* WHAT TO WORK ON *
Among the entries below, take the line with "export function sharesOf(levels: readonly" and the line with "if (!levels) return null;", and output them and every line between them exactly, with nothing else.

* MATERIAL FOR THIS EXERCISE *
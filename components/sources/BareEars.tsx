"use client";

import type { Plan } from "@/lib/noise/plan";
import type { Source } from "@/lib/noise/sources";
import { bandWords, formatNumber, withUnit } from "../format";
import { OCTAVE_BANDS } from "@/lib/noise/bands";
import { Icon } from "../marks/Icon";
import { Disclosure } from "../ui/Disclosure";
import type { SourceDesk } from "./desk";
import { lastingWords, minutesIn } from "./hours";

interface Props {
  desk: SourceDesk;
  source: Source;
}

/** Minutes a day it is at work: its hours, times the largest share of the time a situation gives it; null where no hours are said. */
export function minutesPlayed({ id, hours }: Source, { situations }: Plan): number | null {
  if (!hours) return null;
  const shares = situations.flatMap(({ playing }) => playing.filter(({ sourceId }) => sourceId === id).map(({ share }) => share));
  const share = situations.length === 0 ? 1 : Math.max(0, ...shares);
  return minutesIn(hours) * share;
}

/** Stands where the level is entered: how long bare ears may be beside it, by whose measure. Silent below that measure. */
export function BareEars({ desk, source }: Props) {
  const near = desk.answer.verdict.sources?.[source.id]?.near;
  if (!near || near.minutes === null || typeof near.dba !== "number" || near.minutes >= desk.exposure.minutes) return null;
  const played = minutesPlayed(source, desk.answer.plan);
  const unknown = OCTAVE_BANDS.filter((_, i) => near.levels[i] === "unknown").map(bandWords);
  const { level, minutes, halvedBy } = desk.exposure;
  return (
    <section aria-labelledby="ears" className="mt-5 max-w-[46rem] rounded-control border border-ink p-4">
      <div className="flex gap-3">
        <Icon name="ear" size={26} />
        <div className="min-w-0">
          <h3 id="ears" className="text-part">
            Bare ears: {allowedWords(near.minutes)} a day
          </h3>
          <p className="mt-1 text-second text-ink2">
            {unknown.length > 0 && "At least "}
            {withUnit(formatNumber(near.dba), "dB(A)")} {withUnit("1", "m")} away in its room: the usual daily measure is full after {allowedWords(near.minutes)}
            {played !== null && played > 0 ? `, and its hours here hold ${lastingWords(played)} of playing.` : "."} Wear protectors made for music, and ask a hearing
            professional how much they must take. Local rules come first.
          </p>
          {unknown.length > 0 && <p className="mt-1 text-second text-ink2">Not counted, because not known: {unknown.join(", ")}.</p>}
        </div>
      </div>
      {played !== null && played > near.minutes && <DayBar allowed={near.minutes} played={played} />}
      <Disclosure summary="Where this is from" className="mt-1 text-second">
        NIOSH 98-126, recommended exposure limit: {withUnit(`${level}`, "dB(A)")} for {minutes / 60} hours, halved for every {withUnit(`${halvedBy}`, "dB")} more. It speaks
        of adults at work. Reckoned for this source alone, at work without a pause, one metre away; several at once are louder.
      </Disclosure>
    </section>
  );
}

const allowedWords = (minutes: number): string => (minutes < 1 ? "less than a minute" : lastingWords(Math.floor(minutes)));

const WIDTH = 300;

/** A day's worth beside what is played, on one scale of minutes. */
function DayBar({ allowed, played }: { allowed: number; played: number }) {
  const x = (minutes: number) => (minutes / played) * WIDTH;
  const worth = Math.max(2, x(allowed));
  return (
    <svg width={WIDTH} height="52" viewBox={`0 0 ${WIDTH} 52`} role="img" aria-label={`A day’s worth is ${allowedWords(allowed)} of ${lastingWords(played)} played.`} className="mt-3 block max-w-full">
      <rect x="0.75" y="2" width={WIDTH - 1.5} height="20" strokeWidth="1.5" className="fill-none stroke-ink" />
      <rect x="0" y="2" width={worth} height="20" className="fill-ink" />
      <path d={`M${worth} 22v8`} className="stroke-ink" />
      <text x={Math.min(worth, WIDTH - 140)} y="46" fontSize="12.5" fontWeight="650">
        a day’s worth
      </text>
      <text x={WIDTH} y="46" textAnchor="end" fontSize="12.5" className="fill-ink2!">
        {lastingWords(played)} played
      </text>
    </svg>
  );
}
==
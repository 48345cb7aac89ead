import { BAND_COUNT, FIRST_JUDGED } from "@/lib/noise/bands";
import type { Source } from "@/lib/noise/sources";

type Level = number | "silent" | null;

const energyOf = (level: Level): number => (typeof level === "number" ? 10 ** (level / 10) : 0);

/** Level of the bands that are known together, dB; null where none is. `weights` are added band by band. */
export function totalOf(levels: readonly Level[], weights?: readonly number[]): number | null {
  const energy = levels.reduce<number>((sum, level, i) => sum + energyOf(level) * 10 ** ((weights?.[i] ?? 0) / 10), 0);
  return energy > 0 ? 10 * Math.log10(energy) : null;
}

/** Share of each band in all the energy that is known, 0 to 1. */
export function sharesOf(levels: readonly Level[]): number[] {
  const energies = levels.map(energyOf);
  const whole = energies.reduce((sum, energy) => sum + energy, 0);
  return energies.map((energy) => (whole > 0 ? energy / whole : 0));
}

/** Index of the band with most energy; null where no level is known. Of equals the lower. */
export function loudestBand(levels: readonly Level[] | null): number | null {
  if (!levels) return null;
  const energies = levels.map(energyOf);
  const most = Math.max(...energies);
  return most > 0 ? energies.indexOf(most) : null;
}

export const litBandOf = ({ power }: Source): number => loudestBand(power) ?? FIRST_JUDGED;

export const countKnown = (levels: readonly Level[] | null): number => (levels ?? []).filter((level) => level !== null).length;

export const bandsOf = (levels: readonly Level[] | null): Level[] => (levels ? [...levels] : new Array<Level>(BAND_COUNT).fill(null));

* RESPONSE AREA *
export function sharesOf(levels: readonly Level[]): number[] {
  const energies = levels.map(energyOf);
  const whole = energies.reduce((sum, energy) => sum + energy, 0);
  return energies.map((energy) => (whole > 0 ? energy / whole : 0));
}

/** Index of the band with most energy; null where no level is known. Of equals the lower. */
export function loudestBand(levels: readonly Level[] | null): number | null {
  if (!levels) return null;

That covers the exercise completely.